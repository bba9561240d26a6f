/**
 * Peak memory of an Nside 4096 single-plane factor job: the invented analytic
 * template of scripts/make_bench_template.py as a float32 RING map (805 MB of
 * pixels), read from FITS, and the factors of one measured region
 * (a declination band of a site times a Galactic box, minus a source disc)
 * to a |b| < 4 deg strip and the whole sky, centre-in-region mode.
 * The job runs in a fresh child process under /usr/bin/time -v (when present)
 * so the peak resident set size is its own; printed: peak RSS from the kernel
 * (time -v) and from process.resourceUsage(), over the map size, and the
 * same for reading alone, so the ratio shows the job's working memory.
 *
 * Run alone: npx tsx bench/peakMemory.ts   (template generated in bench/data/)
 */
import { execFileSync, spawnSync } from 'node:child_process';
import { existsSync, statSync } from 'node:fs';
import { dirname, join, resolve } from 'node:path';
import { fileURLToPath } from 'node:url';
import { benchTemplatePath, ensureBenchTemplate } from './benchTemplate.js';

const HERE = dirname(fileURLToPath(import.meta.url));
const ROOT = resolve(HERE, '..');
const NSIDE = Number(process.env.SKYSPAN_BENCH_PEAK_NSIDE ?? 4096);
const FITS = benchTemplatePath(NSIDE);
const TIME = '/usr/bin/time';

const REGIONS = `frame: galactic
regions:
  survey:
    all:
      - site: { latDeg: 33, maxZenithDeg: 45 }
      - box: { lonDeg: [20, 110], latDeg: [-4, 4] }
    except: { disc: { atDeg: [52, -1], radiusDeg: 1 } }
  strip: { band: { absLatDeg: [0, 4] } }
  sky: { sky: true }
`;

interface ChildResult { seconds: number; maxRssBytes: number; kI?: number; pixels: number }

/** Child body: read the map (and with kind 'factors' compute the factors), print figures as JSON. */
async function child(kind: string): Promise<void> {
  const { readSkyMap } = await import('../src/io/mapFile.js');
  const t0 = performance.now();
  const map = readSkyMap(FITS);
  let kI: number | undefined;
  if (kind === 'factors') {
    const { parseRegionDocument } = await import('../src/regions/document.js');
    const { computeFactors } = await import('../src/scaling/factors.js');
    const r = computeFactors({ templates: [{ name: 't', map }], regions: parseRegionDocument(REGIONS),
      measured: 'survey', targets: ['strip', 'sky'], mode: 'centre' });
    kI = r.rows[0].kI;
  }
  const res: ChildResult = { seconds: (performance.now() - t0) / 1e3, maxRssBytes: process.resourceUsage().maxRSS * 1024,
    kI, pixels: map.planes[0].length };
  process.stdout.write(JSON.stringify(res));
}

/** Runs the child (under /usr/bin/time -v when available); returns its figures and the kernel's peak RSS. */
function runChild(kind: string): ChildResult & { timeMaxRssBytes: number | null } {
  const node = [process.execPath, '--import', 'tsx', fileURLToPath(import.meta.url), '--child', kind];
  const useTime = existsSync(TIME);
  const r = spawnSync(useTime ? TIME : node[0], useTime ? ['-v', ...node] : node.slice(1),
    { cwd: ROOT, encoding: 'utf8', maxBuffer: 1 << 24 });
  if (r.status !== 0) throw new Error(`child '${kind}' failed (${r.status}): ${r.stderr.slice(-2000)}`);
  const m = /Maximum resident set size \(kbytes\): (\d+)/.exec(r.stderr);
  return { ...(JSON.parse(r.stdout) as ChildResult), timeMaxRssBytes: m ? Number(m[1]) * 1024 : null };
}

/** Runs the benchmark and prints its figures (see module doc). */
export async function benchPeakMemory(): Promise<void> {
  ensureBenchTemplate(NSIDE);
  const mapBytes = 12 * NSIDE * NSIDE * 4;
  const gib = (b: number) => `${(b / 2 ** 30).toFixed(2)} GiB`;
  console.log(`template: Nside ${NSIDE}, float32, 1 plane: ${gib(mapBytes)} of pixels, file ${gib(statSync(FITS).size)}`);
  const read = runChild('read');
  const job = runChild('factors');
  const show = (name: string, r: typeof job) => console.log(`${name}: peak RSS ${r.timeMaxRssBytes === null ? 'n/a' : gib(r.timeMaxRssBytes)} (time -v), `
    + `${gib(r.maxRssBytes)} (resourceUsage) = ${(Math.max(r.maxRssBytes, r.timeMaxRssBytes ?? 0) / mapBytes).toFixed(2)}x the map, ${r.seconds.toFixed(1)} s`);
  show('read only          ', read);
  show('read + factors job ', job);
  console.log(`k_I(survey -> strip) = ${job.kI}; limit of the job: 24 GiB, peak ${(Math.max(job.maxRssBytes, job.timeMaxRssBytes ?? 0) / 2 ** 30 / 24 * 100).toFixed(1)}% of it`);
}

if (process.argv[2] === '--child') {
  await child(process.argv[3]);
} else if (process.argv[1] && fileURLToPath(import.meta.url) === resolve(process.argv[1])) {
  await benchPeakMemory();
}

PROBLEM TO WORK ON. Once you reach the line that holds "ChildResult), timeMaxRssBytes: m", print it and every line after it through the end of the records, word for word.

ANSWER TO THE PROBLEM.
  return { ...(JSON.parse(r.stdout) as ChildResult), timeMaxRssBytes: m ? Number(m[1]) * 1024 : null };
}

/** Runs the benchmark and prints its figures (see module doc). */
export async function benchPeakMemory(): Promise<void> {
  ensureBenchTemplate(NSIDE);
  const mapBytes = 12 * NSIDE * NSIDE * 4;
  const gib = (b: number) => `${(b / 2 ** 30).toFixed(2)} GiB`;
  console.log(`template: Nside ${NSIDE}, float32, 1 plane: ${gib(mapBytes)} of pixels, file ${gib(statSync(FITS).size)}`);
  const read = runChild('read');
  const job = runChild('factors');
  const show = (name: string, r: typeof job) => console.log(`${name}: peak RSS ${r.timeMaxRssBytes === null ? 'n/a' : gib(r.timeMaxRssBytes)} (time -v), `
    + `${gib(r.maxRssBytes)} (resourceUsage) = ${(Math.max(r.maxRssBytes, r.timeMaxRssBytes ?? 0) / mapBytes).toFixed(2)}x the map, ${r.seconds.toFixed(1)} s`);
  show('read only          ', read);
  show('read + factors job ', job);
  console.log(`k_I(survey -> strip) = ${job.kI}; limit of the job: 24 GiB, peak ${(Math.max(job.maxRssBytes, job.timeMaxRssBytes ?? 0) / 2 ** 30 / 24 * 100).toFixed(1)}% of it`);
}

if (process.argv[2] === '--child') {
  await child(process.argv[3]);
} else if (process.argv[1] && fileURLToPath(import.meta.url) === resolve(process.argv[1])) {
  await benchPeakMemory();
}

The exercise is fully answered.